Bounding Box Priors for Cell Detection with Point Annotations

The size of an individual cell type, such as a red blood cell, does not vary much among humans. We use this knowledge as a prior for classifying and detecting cells in images with only a few ground truth bounding box annotations, while most of the cells are annotated with points. This setting leads to weakly semi-supervised learning. We propose replacing points with either stochastic (ST) boxes or bounding box predictions during the training process. The proposed "mean-IOU" ST box maximizes the overlap with all the boxes belonging to the sample space with a class-specific approximated prior probability distribution of bounding boxes. Our method trains with both box- and point-labelled images in conjunction, unlike the existing methods, which train first with box- and then point-labelled images. In the most challenging setting, when only 5% images are box-labelled, quantitative experiments on a urine dataset show that our one-stage method outperforms two-stage methods by 5.56 mAP. Furthermore, we suggest an approach that partially answers "how many box-labelled annotations are necessary?" before training a machine learning model.
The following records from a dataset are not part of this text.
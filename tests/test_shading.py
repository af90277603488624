"""The statistics of the shading detector against known answers (invented columns of sky).

Each check builds a column of clear intervals whose truth is set by construction, so the
answer follows from the definitions in :mod:`perfcheck.detect.shading` (common practice:
no published reference values exist for these small pieces).
"""

from __future__ import annotations

from types import SimpleNamespace

import numpy as np
import pandas as pd
import pytest
from scipy import stats

from perfcheck import detect
from perfcheck.detect import shading
from perfcheck.detect.common import Footprint


def _column(rng: np.random.Generator, days: int = 120, per_day: int = 12,
            growth_deg_per_day: float = 0.15, noise_rate: float = 0.0):
    """Clear intervals of one column: random elevations 0-40 deg, labelled shaded under a
    top that rises linearly from 0 (and at ``noise_rate`` anywhere, as false labels)."""
    day_pos = np.repeat(np.arange(days), per_day)
    elev = rng.uniform(0.5, 40.0, len(day_pos))
    top = growth_deg_per_day * np.arange(days)
    labels = (elev < top[day_pos]) | (rng.random(len(day_pos)) < noise_rate)
    return day_pos, elev, labels, top


def test_fit_top_follows_a_rising_top():
    # derived from the definition: with noise-free labels the fitted top lies between the
    # highest shaded and the lowest unshaded elevation seen each day, so within the spacing
    # of the observed elevations (12 a day over 40 deg: a few degrees) of the truth
    rng = np.random.default_rng(3)
    day_pos, elev, labels, top = _column(rng)
    obs = np.ones(len(day_pos), dtype=bool)
    fit = shading._fit_top(obs, labels, elev, day_pos)
    assert np.all(np.diff(fit) >= 0)  # never falls
    assert np.median(np.abs(fit - top)) < 2.0
    high = shading._fit_top(obs, labels, elev, day_pos, highest=True)
    assert np.all(high >= fit)
    # every label agrees with both fits (no disagreement is possible without noise)
    for f in (fit, high):
        assert np.array_equal(elev < f[day_pos], labels)


def test_fit_top_without_labels_is_zero():
    rng = np.random.default_rng(4)
    day_pos, elev, _, _ = _column(rng)
    fit = shading._fit_top(np.ones(len(elev), dtype=bool), np.zeros(len(elev), dtype=bool),
                           elev, day_pos)
    assert np.all(fit == 0)


@pytest.mark.parametrize("seed", range(5))
def test_column_test_silent_on_scattered_labels(seed):
    # labels at 5 % anywhere and no obstruction: the cross-fitted count is binomial at the
    # column's own rate, so p < 0.001 should not occur in five seeds (false-alarm rate 0.1 %)
    rng = np.random.default_rng(seed)
    day_pos, elev, _, _ = _column(rng, growth_deg_per_day=0.0, noise_rate=0.05)
    labels = rng.random(len(elev)) < 0.05
    _, _, p, _ = shading._column_top(np.ones(len(elev), dtype=bool), labels,
                                     np.ones(len(elev), dtype=bool), elev, day_pos, 0.05)
    assert p > 1e-3


def test_column_test_finds_a_growing_top_among_false_labels():
    rng = np.random.default_rng(7)
    day_pos, elev, labels, top = _column(rng, noise_rate=0.05)
    fit, high, p, end = shading._column_top(np.ones(len(elev), dtype=bool), labels,
                                            np.ones(len(elev), dtype=bool), elev, day_pos,
                                            0.05)
    assert p < 1e-6
    assert end == pytest.approx(top[-1], abs=3.0)
    assert np.all(high >= fit)


def test_bin_trend_takes_the_place_in_the_bin_apart_from_time():
    # derived from OLS: a deficit that depends on the sun's elevation within the bin alone,
    # sampled at elevations that drift with the season, has no trend once the elevation is
    # a covariate (exact without noise); a trend alone would take the drift as growth
    t = np.linspace(0.0, 0.8, 60)
    el = 10.0 + 4.0 * t + np.sin(9 * t)  # the season moves the path across the bin
    az = 120.0 + np.cos(7 * t)
    y = 0.02 * (el - 10.0)
    slope, _, p, errors = shading._bin_trend(t, y, np.column_stack([el, az]))
    assert errors == "HC3 errors"  # no months given
    assert slope == pytest.approx(0.0, abs=1e-9)


def test_bin_trend_reads_hc3_errors_against_t_on_its_residual_degrees_of_freedom():
    # derived from the t statistic's definition (small samples: Student's t on n - k degrees
    # of freedom, common practice): 20 days, a constant, time and two covariates leave 16
    rng = np.random.default_rng(3)
    t = np.linspace(0.0, 0.2, 20)
    where = np.column_stack([10.0 + rng.normal(0, 1, 20), 120.0 + rng.normal(0, 2, 20)])
    y = 0.3 * t + rng.normal(0.0, 0.02, 20)
    slope, se, p, errors = shading._bin_trend(t, y, where)
    assert errors == "HC3 errors"
    assert p == pytest.approx(stats.t.sf(slope / se, 16), rel=1e-9)


def test_screen_keeps_the_bins_that_lost_light_on_average():
    # derived from the definition: the screen's level is half the least growth per year
    tested = {(1, 1): {"mean_deficit": 0.30}, (1, 2): {"mean_deficit": 0.025},
              (2, 1): {"mean_deficit": 0.024}, (2, 2): {"mean_deficit": -0.10}}
    assert sorted(shading._screened(tested, 0.05)) == [(1, 1), (1, 2)]


def test_screen_is_independent_of_the_growth_test_under_no_growth():
    # derived from OLS with a constant (the mean of the values and the slope are uncorrelated,
    # independent under normal errors; Bourgon et al. 2010 require this of a screen): over
    # 2000 invented bins without growth, a bin's mean deficit tells nothing of its p-value,
    # and the p-values of the bins screened in stay uniform (as many below 0.05 as expected)
    rng = np.random.default_rng(7)
    t = np.sort(rng.uniform(0.0, 0.9, 40))
    el = 10.0 + 4.0 * t + rng.normal(0.0, 0.5, 40)
    az = 120.0 + rng.normal(0.0, 2.0, 40)
    means, ps = [], []
    for _ in range(2000):
        y = 0.03 + 0.02 * (el - 10.0) + rng.normal(0.0, 0.05, 40)
        _, _, p, _ = shading._bin_trend(t, y, np.column_stack([el, az]))
        means.append(y.mean())
        ps.append(p)
    means, ps = np.array(means), np.array(ps)
    assert abs(np.corrcoef(means, ps)[0, 1]) < 0.06
    kept = means >= np.median(means)
    assert np.mean(ps[kept] < 0.05) == pytest.approx(0.05, abs=0.02)


def test_days_of_a_tracker_footprint_are_left_out_whole():
    # invented truth: a footprint on inverter A from the middle of day 2 to the morning of
    # day 3 of four; shading reads a day's shape against the day's own level, so both days
    # are left out whole for A, nothing for B or the other days (common practice)
    index = pd.date_range("2024-03-01", periods=96, freq="h", tz="UTC")
    w = SimpleNamespace(index=index, inverters=["A", "B"],
                        day=pd.Series(index.tz_localize(None).normalize(), index=index))
    fp = Footprint(event=None, lo=36, hi=52, cols=["A"])
    out = detect._days_of(w, [fp])
    day = np.arange(96) // 24
    assert out["A"].to_numpy().tolist() == ((day == 1) | (day == 2)).tolist()
    assert not out["B"].any()


def test_clear_day_start_is_the_first_day_the_region_passes_the_share():
    # invented truth: four days of 24 hourly intervals under a flat clear-sky plane
    # irradiance; the region holds 0, 1, 2 and 3 hours of each day, where half the expected
    # power is lost. The clear-day loss share is 0, 1/48, 2/48, 3/48 of the day: the first
    # day beyond 3 % is the third (derived from the definition; the share is common
    # practice)
    index = pd.date_range("2024-03-01", periods=96, freq="h", tz="UTC")
    w = SimpleNamespace(index=index, tz=index.tz, interval_s=pd.Series(3600.0, index=index),
                        day=pd.Series(index.tz_localize(None).normalize(), index=index))
    hour, day = np.arange(96) % 24, np.arange(96) // 24
    region = hour < day
    level_e = np.full(96, 1000.0)
    est = np.where(region, 500.0, 0.0)
    start = shading._clear_day_start(w, region, np.full(96, 800.0), est, level_e, region,
                                     0.03)
    assert start == pd.Timestamp("2024-03-03", tz="UTC")
    assert shading._clear_day_start(w, region, np.full(96, 800.0), est, level_e, region,
                                    0.07) is None


def test_sibling_growth_dismisses_a_bin_only_when_as_large():
    # derived from the definition (common practice: a one-sided z test of a difference):
    # growth 0.40/yr (se 0.05) against a flat sibling (se 0.05) gives z = 0.40 / 0.0707 = 5.7,
    # p = 8e-9, beyond; against a sibling growing 0.35/yr, z = 0.71, p = 0.24, not beyond
    res = {"growth_per_year": 0.40, "se": 0.05}
    assert shading._beyond(res, None, 0.001)
    assert shading._beyond(res, {"growth_per_year": 0.0, "se": 0.05}, 0.001)
    assert not shading._beyond(res, {"growth_per_year": 0.35, "se": 0.05}, 0.001)
    assert shading._beyond(res, {"growth_per_year": 0.0, "se": float("nan")}, 0.001)


def _sky(rng: np.random.Generator, days: int = 200, sigma: float = 0.03):
    """Clear intervals of an invented sky: azimuth columns 0-17, elevation bands 1-3 (5-20
    deg), six intervals a day in every cell, deficits normal around 0 with ``sigma``."""
    cols, bands = np.arange(18), np.arange(1, 4)
    day_pos = np.repeat(np.arange(days), len(cols) * len(bands) * 6)
    column = np.tile(np.repeat(cols, len(bands) * 6), days)
    band = np.tile(np.repeat(bands, 6), days * len(cols))
    elev = band * 5.0 + rng.uniform(0.0, 5.0, len(day_pos))
    d = rng.normal(0.0, sigma, len(day_pos))
    return day_pos, column, band, elev, d


def test_grown_cells_are_the_raised_and_rising_ones():
    # invented truth: in band 1 an obstruction reaches column 5 on day 100 (its beam lost,
    # deficit 0.7 from then on); column 9 stands 0.3 above the rest on every day (the
    # model's error there, steady); everything else is noise. Only column 5 is raised
    # beyond the band's spread and rising (Kendall's tau one-sided, level 0.01); derived
    # from the definitions (common practice)
    rng = np.random.default_rng(11)
    day_pos, column, band, _, d = _sky(rng)
    d[(band == 1) & (column == 5) & (day_pos >= 100)] += 0.7
    d[(band == 1) & (column == 9)] += 0.3
    ref = np.ones(len(d), dtype=bool)
    judged, grown = shading._grown_cells(d, band, column, day_pos, ref, 2.326, 0.01)
    assert grown == [(1, 5)]
    assert len(judged) == 18 * 3
    # a cell seen on fewer than MIN_CELL intervals is not judged
    ref[(band == 2) & (column == 3) & (day_pos >= 1)] = False
    judged, _ = shading._grown_cells(d, band, column, day_pos, ref, 2.326, 0.01)
    assert (2, 3) not in judged and len(judged) == 18 * 3 - 1


def test_labels_keep_the_clear_sky_noise_beside_a_wide_obstruction():
    # invented truth: clear-sky deficits normal with sigma 0.03 everywhere; a wide
    # obstruction takes the beam (deficit +0.7) in band 1 of columns 8-16 from day 60, and
    # only column 12 is a candidate (its neighbours 11 and 13 left out with it, as the
    # detector does): six shaded cells lie in the reference sky, which would widen band 1's
    # noise by four fifths (scaled MAD 0.054). Column 17 of band 1 is a cell the sun
    # crosses on a single day at the sky's edge, shaded. The noise of band 1 must stay that
    # of the clear sky: the scaled MAD of 1,800+ normal values has a relative standard
    # error of about 2.8 % (1.67 / sqrt(2 n), Hampel 1974, from memory), so 15 % is more
    # than five of them; the label rate of the clear sky at level 0.01 (threshold
    # max(2.326 sigma, 0.05) = 0.07 above the centre: 1.0e-2 of a normal) stays within
    # binomial chance of it
    rng = np.random.default_rng(12)
    day_pos, column, band, elev, d = _sky(rng)
    shaded = (band == 1) & (column >= 8) & (column <= 16) & (day_pos >= 60)
    d[shaded] += 0.7
    edge = (band == 1) & (column == 17)
    clear = ~edge | (day_pos == 150)
    d[edge & (day_pos == 150)] += 0.7
    outside = (column < 11) | (column > 13)
    labels, noise = shading._shaded_labels(d, clear, outside, column, elev, day_pos, 10.0,
                                           5.0, 0.01, 0.05)
    band1 = next(b for b in noise["bands"] if b["elevation_from_deg"] == 5.0)
    assert band1["sigma"] == pytest.approx(0.03, rel=0.15)
    assert band1["median_deficit"] == pytest.approx(0.0, abs=0.01)
    assert {c["azimuth_from_deg"] for c in noise["grown_cells"]} == {
        80.0, 90.0, 100.0, 140.0, 150.0, 160.0}
    assert labels[shaded].mean() > 0.99
    free = clear & ~shaded & ~edge
    # binomial: 0.01 of ~19,000 intervals is 190 +- 14; four standard errors
    assert labels[free].mean() < 0.01 + 4 * np.sqrt(0.01 * 0.99 / free.sum())


def test_steady_clear_needs_clear_neighbours():
    # derived from the definition (common practice): an interval clear between cloudy ones
    # (a cloud's bright edge) is not steady, nor are the ends of a clear run; its inner
    # intervals are, per inverter
    clear = pd.DataFrame({"A": [False, True, False, True, True, True, True],
                          "B": [True, True, True, False, True, True, False]})
    out = shading.steady_clear(clear)
    assert out["A"].tolist() == [False, False, False, False, True, True, False]
    assert out["B"].tolist() == [False, True, False, False, False, False, False]


def test_unshaded_level_error_takes_days_as_the_draws():
    # invented truth: in band 2 (10-15 deg), bins 1-4 seen 6 times a day on 20 days; each
    # day's deficit shares a day offset (the day's sky and model error) and the intervals
    # differ by 1e-4 only. The level's standard error is the daily means' standard deviation
    # over sqrt(20), not the intervals' over sqrt(120); bin 5, seen on 4 intervals, takes
    # the band's median and the spread of the four bin levels as its error (derived from
    # the definitions; common practice)
    rng = np.random.default_rng(3)
    day_pos = np.repeat(np.arange(20), 6)
    rows = []
    for az in range(1, 5):
        offset = rng.normal(0.05 * az, 0.02, 20)
        rows.append((np.full(len(day_pos), az * 1000 + 2), day_pos,
                     offset[day_pos] + rng.normal(0.0, 1e-4, len(day_pos))))
    rows.append((np.full(4, 5002), np.arange(4), np.full(4, 0.9)))
    key, days, d = (np.concatenate(x) for x in zip(*rows, strict=True))
    elev = np.full(len(d), 12.0)
    level, se = shading._unshaded_level(d, np.ones(len(d), dtype=bool), key, elev, 5.0, days)
    own = []
    for az in range(1, 5):
        sel = key == az * 1000 + 2
        daily = pd.Series(d[sel]).groupby(days[sel]).mean()
        assert level[sel][0] == pytest.approx(np.median(d[sel]))
        assert se[sel][0] == pytest.approx(daily.std(ddof=1) / np.sqrt(20))
        own.append(np.median(d[sel]))
    few = key == 5002
    assert level[few][0] == pytest.approx(np.median(d))
    assert se[few][0] == pytest.approx(np.std(own, ddof=1))


def test_base_error_adds_in_each_bin_and_in_quadrature_across():
    # invented numbers: bin A holds 10 kWh of the region's expected energy with a level error
    # of 0.01, bin B 5 kWh with 0.02: 0.1 kWh each, in quadrature 0.1414 kWh (arithmetic)
    step = np.full(4, 3600.0)
    level_e = np.array([5000.0, 5000.0, 5000.0, 1000.0])
    key = np.array([1001, 1001, 2001, 2001])
    se = np.array([0.01, 0.01, 0.02, 0.02])
    sel = np.array([True, True, True, False])
    assert shading._base_sigma_kwh(se, level_e, sel, key, step) == pytest.approx(
        np.hypot(0.1, 0.1))
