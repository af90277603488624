"""Progress bars only on a terminal and without --quiet; logging to a file."""

from __future__ import annotations

import io
import logging

from perfcheck import progress


class Terminal(io.StringIO):
    def isatty(self) -> bool:
        return True


def test_no_bar_without_terminal_or_with_quiet():
    assert not progress.bars_enabled(False, io.StringIO())  # cron: stderr is not a terminal
    assert not progress.bars_enabled(True, Terminal())  # --quiet
    assert progress.bars_enabled(False, Terminal())
    out = io.StringIO()
    with progress.Bar("ingest", 3, enabled=False, stream=out) as b:
        b.step("a.csv")
    assert out.getvalue() == ""


def test_bar_on_terminal():
    out = Terminal()
    with progress.Bar("ingest", 2, enabled=True, stream=out, width=4) as b:
        b.step("a.csv")
        b.step("b.csv")
    text = out.getvalue()
    assert "\ringest [##..] 1/2 a.csv" in text and "\ringest [####] 2/2 b.csv" in text
    assert text.endswith("\r")  # the line is cleared at the end


def test_logging_to_file(tmp_path):
    log = progress.setup_logging(tmp_path / "logs" / "job.log")
    logging.getLogger("perfcheck.monthly").info("hello %s", "file")
    for h in log.handlers:
        h.flush()
    assert "INFO perfcheck.monthly: hello file" in (tmp_path / "logs" / "job.log").read_text()
    progress.setup_logging(None)  # handlers replaced, the file closed
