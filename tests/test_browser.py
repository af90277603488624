"""The report as a reader sees it: rendered by a real browser (headless chromium) and the PDF
rasterised by pdftoppm (poppler). Every figure must show (non-blank pixels) and the page must
make no network request (checked in chromium's own network log).

Skipped when chromium or poppler is missing, unless PERFCHECK_REQUIRE_BROWSER=1 (as in CI).
"""

from __future__ import annotations

import json
import os
import shutil
import subprocess
from pathlib import Path

import numpy as np
import pytest
from PIL import Image
from report_fixtures import rendered_example

from perfcheck import figures

CHROMIUM = shutil.which("chromium") or shutil.which("chromium-browser")
PDFTOPPM = shutil.which("pdftoppm")
PDFIMAGES = shutil.which("pdfimages")
REQUIRED = os.environ.get("PERFCHECK_REQUIRE_BROWSER") == "1"
FLAGS = ["--headless", "--no-sandbox", "--disable-gpu", "--disable-quic", "--no-first-run",
         "--disable-background-networking", "--disable-component-update", "--disable-sync",
         "--hide-scrollbars", "--host-resolver-rules=MAP * ~NOTFOUND"]
FIG_H = 520  # px per figure in the figures-only layout


def need(tool: str | None, name: str) -> str:
    if tool is None:
        if REQUIRED:
            pytest.fail(f"{name} not installed but PERFCHECK_REQUIRE_BROWSER=1")
        pytest.skip(f"{name} not installed")
    return tool


def chromium(page: Path, shot: Path, tmp: Path, width: int, height: int) -> list[str]:
    """Screenshot ``page``; returns the URLs the page itself requested (from the net log)."""
    exe = need(CHROMIUM, "chromium")
    log = tmp / f"{shot.stem}.netlog.json"
    subprocess.run([exe, *FLAGS, f"--user-data-dir={tmp / ('profile-' + shot.stem)}",
                    f"--log-net-log={log}", f"--window-size={width},{height}",
                    f"--screenshot={shot}", page.as_uri()],
                   check=True, capture_output=True, timeout=180)
    return page_requests(json.loads(log.read_text()))


def page_requests(netlog: dict) -> list[str]:
    """URLs of requests started by a page (initiator set): the browser's own background
    requests carry the initiator 'not an origin' and are not the page's doing."""
    start = netlog["constants"]["logEventTypes"]["URL_REQUEST_START_JOB"]
    urls = []
    for e in netlog["events"]:
        p = e.get("params", {})
        url = p.get("url")
        if e["type"] == start and url and p.get("initiator") != "not an origin":
            if not url.startswith(("data:", "file:")):
                urls.append(url)
    return urls


def ink_share(img: np.ndarray) -> float:
    """Share of pixels that are neither white nor the report's paper colour."""
    rgb = img[..., :3].astype(int)
    paper = np.array([int(figures.PAPER[i:i + 2], 16) for i in (1, 3, 5)])
    blank = (np.abs(rgb - 255).max(axis=-1) < 8) | (np.abs(rgb - paper).max(axis=-1) < 8)
    return float(1 - blank.mean())


@pytest.fixture(scope="module")
def written(tmp_path_factory):
    tmp = tmp_path_factory.mktemp("browser")
    _, paths = rendered_example(tmp)
    return tmp, paths


def test_page_renders_without_network(written):
    tmp, paths = written
    shot = tmp / "page.png"
    requests = chromium(paths["html"], shot, tmp, 1100, 9800)
    assert requests == []
    img = np.asarray(Image.open(shot))
    assert img.shape[:2] == (9800, 1100)
    assert ink_share(img[:80]) > 0.9  # the dark header band
    assert ink_share(img) > 0.05


def test_network_check_catches_a_remote_image(tmp_path):
    # control: the same check on a page that loads a remote image must report it
    page = tmp_path / "remote.html"
    page.write_text('<html><body><img src="http://example.invalid/x.png"></body></html>')
    assert chromium(page, tmp_path / "remote.png", tmp_path, 300, 200) == [
        "http://example.invalid/x.png"]


def test_every_figure_shows_in_the_browser(written):
    tmp, paths = written
    # The same page with everything but the figures hidden and each figure at a known place.
    css = ["header, footer, main > :not(#figures), #figures h2, figcaption {display:none}",
           "body {margin:0} figure {position:absolute; left:0; width:1000px; margin:0; "
           f"padding:0; border:0; height:{FIG_H - 20}px; overflow:hidden}}"]
    for k in range(len(figures.FIGURES)):
        css.append(f"#figures figure:nth-of-type({k + 1}) {{top:{k * FIG_H}px}}")
    html = paths["html"].read_text(encoding="utf-8")
    page = tmp / "figures_only.html"
    page.write_text(html.replace("</head>", f"<style>{' '.join(css)}</style></head>"))
    shot = tmp / "figures_only.png"
    assert chromium(page, shot, tmp, 1000, FIG_H * len(figures.FIGURES)) == []
    img = np.asarray(Image.open(shot))
    for k, (stem, _, _) in enumerate(figures.FIGURES):
        part = img[k * FIG_H + 40:(k + 1) * FIG_H - 60]
        assert ink_share(part) > 0.03, f"figure {stem} looks blank in the browser"


def test_pdf_pages_and_figures(written):
    tmp, paths = written
    exe = need(PDFTOPPM, "pdftoppm (poppler-utils)")
    subprocess.run([exe, "-r", "50", "-png", str(paths["pdf"]), str(tmp / "page")], check=True,
                   timeout=120)
    pages = sorted(tmp.glob("page-*.png"))
    assert len(pages) >= 4
    for p in pages:
        assert ink_share(np.asarray(Image.open(p).convert("RGB"))) > 0.005, p.name
    images = subprocess.run([need(PDFIMAGES, "pdfimages"), "-list", str(paths["pdf"])],
                            check=True, capture_output=True, text=True).stdout.splitlines()[2:]
    assert len([line for line in images if " image " in line]) == len(figures.FIGURES)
Urine Microscopic Image Dataset

Urinalysis is a standard diagnostic test to detect urinary system related problems. The automation of urinalysis will reduce the overall diagnostic time. Recent studies used urine microscopic datasets for designing deep learning based algorithms to classify and detect urine cells. But these datasets are not publicly available for further research. To alleviate the need for urine datsets, we prepare our urine sediment microscopic image (UMID) dataset comprising of around 3700 cell annotations and 3 categories of cells namely RBC, pus and epithelial cells. We discuss the several challenges involved in preparing the dataset and the annotations. We make the dataset publicly available.

Accelerating the Registration of Image Sequences by Spatio-temporal Multilevel Strategies

Multilevel strategies are an integral part of many image registration algorithms. These strategies are very well-known for avoiding undesirable local minima, providing an outstanding initial guess, and reducing overall computation time. State-of-the-art multilevel strategies build a hierarchy of discretization in the spatial dimensions. In this paper, we present a spatio-temporal strategy, where we introduce a hierarchical discretization in the temporal dimension at each spatial level. This strategy is suitable for a motion estimation problem where the motion is assumed smooth over time. Our strategy exploits the temporal smoothness among image frames by following a predictor-corrector approach. The strategy predicts the motion by a novel interpolation method and later corrects it by registration. The prediction step provides a good initial guess for the correction step, hence reduces the overall computational time for registration. The acceleration is achieved by a factor of 2.5 on average, over the state-of-the-art multilevel methods on three examined optical coherence tomography datasets.

Variational Registration of Multiple Images with the SVD based SqN Distance Measure

Image registration, especially the quantification of image similarity, is an important task in image processing. Various approaches for the comparison of two images are discussed in the literature. However, although most of these approaches perform very well in a two image scenario, an extension to a multiple images scenario deserves attention. In this article, we discuss and compare registration methods for multiple images. Our key assumption is, that information about the singular values of a feature matrix of images can be used for alignment. We introduce, discuss and relate three recent approaches from the literature: the Schatten q-norm based SqN distance measure, a rank based approach, and a feature volume based approach. We also present results for typical applications such as dynamic image sequences or stacks of histological sections. Our results indicate that the SqN approach is in fact a suitable distance measure for image registration. Moreover, our examples also indicate that the results obtained by SqN are superior to those obtained by its competitors.